I really don’t know if I am just being an idiot, or whether my not caring and checking out is my way of saying - I don’t want to be in this. Even if I don’t have a great single answer such as saying ‘she cheated on me’. I’m stuck in this constant place of ‘what do I want’ and ‘how do I even know what I want’. 

I’ve been trying to think this through and asking ‘would I be happier on my own?’ And feel like my current answer for the past few months is ‘yes, I would’. But again, I don’t know if I’m being an idiot or what. 

We’re going to see a marriage counsellor next week, but I already feel little desire to try and fix things, beyond having a trial separation and seeing how I feel (and if I suddenly feel desire for her again). 

Like I said - I don’t really know what I am asking or after. But putting it out there anyway for anyone’s thoughts. 

All thoughts or help is greatly appreciated! My wife is hoping someone is going to simply say ‘you’re an idiot, sort yourself out’ so feel free to say that if that’s what you feel

Many thanks in advance for your help

Kev


----------



## Bobby5000 (Oct 19, 2011)

Sorry once you have a child, you don't just check out. Its not clear what the problems are, and whether they can be addressed but I think you owe to your child, and your marriage to try. When you fastforward a decade and you have spent 90,000 arguing over visitation, custody and other issues, you realize that divorce has its consequencess.


----------



## Spicy (Jun 18, 2016)

*Re: Told my wife I don’t love her and want to seperate*

Welcome to the forum. We have lots of great people, and hopefully we can help you some. Also, encourage your wife to join and start her own thread. 

Let me preface what I'm about to say so it doesn't come across as harsh. In your opening post there isn't much reason/detail given as to why you are unhappy and leaving. Perhaps when we hear these, we can tailor our advice better. I'll ask a few questions to get us started. 

How old are the two of you? Why did you decide to marry? What (besides the pregnancy and baby) has changed since you put a ring on it? What specifically about her has changed that makes you no longer desire to be her husband and partner?

A pregnancy and a baby could most certainly be the reasons you are feeling this way. You had your wife and her body all to yourself for 6 years. Then suddenly EVERYTHING changes. From weight, to body shape, to mood, to desire, to stress level, to exhaustion level and to responsibility level and on and on....it has all changed. So she is right, it could very well be your minds way of coping with all of this. Escape most of it by leaving your wife...YIKES!

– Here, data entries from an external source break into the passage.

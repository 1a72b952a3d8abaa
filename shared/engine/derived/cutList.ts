/** The cut list: every part with finished and rough sizes, grouped by material. */
import type { CutListGroup, CutListRow, Part, PartRole } from '../types.ts';

const ROLE_ORDER: readonly PartRole[] = [
  'leg', 'rail', 'stile', 'panel', 'lid', 'batten', 'cleat', 'bottom',
  'top', 'face-frame', 'door-frame', 'door-panel', 'door', 'drawer-front', 'drawer-side', 'drawer-end', 'drawer-bottom', 'runner', 'edge-strip',
  'case-side', 'case-top', 'case-bottom', 'stretcher', 'divider', 'shelf', 'back', 'base',
];

// Rank of each role in the cut list, looked up rather than searched for in every comparison.
const ROLE_RANK = new Map(ROLE_ORDER.map((role, i) => [role, i]));
const roleRank = (role: PartRole): number => ROLE_RANK.get(role) ?? -1;

/** The material a part is bought as, e.g. `White oak 4/4` or a sheet good's name. */
export function materialLabel(part: Part): string {
  return part.material.kind === 'solid' ? `${part.material.speciesName} ${part.rough.quarters}/4` : part.material.sheetName;
}

/**
 * The cut-list note of a part cut in runs from one board, e.g. `grain-matched: drawer fronts,
 * column 1 and column 2; cut each in order, top first, from one board`.
 */
export function grainMatchNotes(part: Part): string[] {
  if (!part.grainMatch || part.grainMatch.length === 0) return [];
  const names = [...new Set(part.grainMatch.map((m) => m.note ?? m.group))];
  return [`grain-matched (${names.join('; ')}): cut each run in order from one board, first part at the board's end`];
}

/** Groups parts by material (solid wood by species and stock thickness first, then sheets). */
export function cutList(parts: readonly Part[]): CutListGroup[] {
  const groups = new Map<string, { kind: 'solid' | 'sheet'; quarters: number; rows: CutListRow[] }>();
  const sorted = [...parts].sort((a, b) => roleRank(a.role) - roleRank(b.role));
  for (const part of sorted) {
    const label = materialLabel(part);
    const group = groups.get(label) ?? { kind: part.material.kind, quarters: part.rough.quarters, rows: [] };
    group.rows.push({
      partId: part.id, name: part.name, quantity: part.quantity,
      finished: [part.lengthMm, part.widthMm, part.thicknessMm],
      rough: [part.rough.lengthMm, part.rough.widthMm, part.rough.thicknessMm],
      grain: part.grain,
      notes: [...part.notes, ...(part.glueUp ? [`rough width allows for jointing ${part.glueUp.boards} boards`] : []), ...grainMatchNotes(part)],
    });
    groups.set(label, group);
  }
  return [...groups.entries()]
    .sort(([, a], [, b]) => (a.kind === b.kind ? a.quarters - b.quarters : a.kind === 'solid' ? -1 : 1))
    .map(([material, g]) => ({ material, materialKind: g.kind, rows: g.rows }));
}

If there are no real tangible reasons (cheating, fighting, abuse, addiction etc) then if you leave without giving it more than a few months of effort, I must say that would be really crappy. You gave vows, and made a child with this woman. If you decide to walk because you are "floating", what kind of person does that make you? Someone that should remain single forever after this because you will bail as soon as things aren't quite as rosey as they once were? What will _that_ teach your daughter? Ponder on those questions quite a bit.

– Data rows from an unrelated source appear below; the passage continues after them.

import { afterAll, beforeAll, describe, expect, it } from 'vitest';
import { chestSpec, invitationTokens, startApi, type Api } from './support/api.ts';
import { makeDesign, makeShop, type Shop } from './support/world.ts';

let api: Api;
let shop: Shop;
beforeAll(async () => {
  // A generous pool wait: this suite is about correctness under contention, not latency.
  api = await startApi({ DB_TIMEOUT_MS: '20000' });
  shop = await makeShop(api.app, 'concurrency', invitationTokens(api.mailbox));
});
afterAll(() => api.close());

async function revisionNumbers(designId: string): Promise<number[]> {
  const [rows] = await api.sequelize.query('SELECT number FROM revisions WHERE design_id = :designId ORDER BY number', { replacements: { designId } });
  return (rows as { number: number }[]).map((r) => r.number);
}

const range = (n: number) => Array.from({ length: n }, (_, i) => i + 1);

describe('saving revisions at the same time', () => {
  it('accepts exactly one of 50 saves from the same base; the other 49 get 409 with the new head', async () => {
    const designId = await makeDesign(shop.designer, shop.workshopId, 'Contended');
    const saves = range(50).map((i) =>
      shop.designer.post(`/api/designs/${designId}/revisions`, { baseRevision: 1, spec: chestSpec({ width: 1000 + i }), message: `save ${i}` }),
    );
    const results = await Promise.all(saves);
    const statuses = results.map((r) => r.status);
    expect(statuses.filter((s) => s === 201)).toHaveLength(1);
    expect(statuses.filter((s) => s === 409)).toHaveLength(49);
    const winner = results.find((r) => r.status === 201)!;
    for (const loser of results.filter((r) => r.status === 409)) {
      expect(loser.body.error.details.head.number).toBe(2);
      expect(loser.body.error.details.head.message).toBe(winner.body.message);
    }
    expect(await revisionNumbers(designId)).toEqual([1, 2]);
  });

  it('numbers revisions without gaps when clients retry on 409 until each save lands', async () => {
    const designId = await makeDesign(shop.designer, shop.workshopId, 'Retried');
    const writers = 10;
    const writer = async (i: number) => {
      let base = 1;
      for (let attempt = 0; attempt < writers + 1; attempt++) {
        const res = await shop.designer.post(`/api/designs/${designId}/revisions`, { baseRevision: base, spec: chestSpec({ width: 1000 + i }), message: `writer ${i}` });
        if (res.status === 201) return res.body.number as number;
        expect(res.status).toBe(409);
        base = res.body.error.details.head.number;
      }
      throw new Error(`writer ${i} never landed`);
    };
    const landed = await Promise.all(range(writers).map(writer));
    expect([...landed].sort((a, b) => a - b)).toEqual(range(writers).map((n) => n + 1));
    expect(await revisionNumbers(designId)).toEqual(range(writers + 1));
    const head = await shop.designer.get(`/api/designs/${designId}`);
    expect(head.body.head.number).toBe(writers + 1);
  });
});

Don't throw away your new wife and half of your child's life so easily. They are not disposable plates. I'm glad you are seeking counseling, but you do have to be willing to try. I look forward to more details so we can better help you. Sorry you are here, but I hope we can help.


----------



## Andy1001 (Jun 29, 2016)

kevster99 said:


> Hi all,
> 
> Apologies in advance for the long post. I don’t really know what I am after - whether it’s advice, other opinions, or just to say this out loud and see what happens.
> 
> ...


You’re an idiot,sort yourself out.
Did that help?
You haven’t given one real reason other than you “feel” that you would be happier on your own.You now for the first time in your life have someone who depends on YOU.She is six and a half months old and you want to walk away from her.
What kind of man are you?
Is the feeling of responsibility scaring you or what is the real reason for your need to abandon your wife and family.


----------



## EleGirl (Dec 3, 2011)

I think that you are the problem are the changes in your life with a pregnant wife and then a new baby is the issue.

You sound apathetic and depressed. There does not seem to be any real complaint except that you feel somehow empty and don't like your wife. You seem to have no real direction in all this. When a person is depressed, it's easy to put all the blame on the other person.

You say that you have no desire to fix your marriage. But you clearly also have no desire to fix yourself or your life. If you leave this marriage in your current state of mind, what's goign to catapult you into becoming a better version of yourself? If you cannot do it where you are, you cannot do it anywhere.

So.. i suggest that you start working on yourself and stop putting the blame on your wife. 

Do you work out? I ask because it's one of the most effective forms of anti depressant.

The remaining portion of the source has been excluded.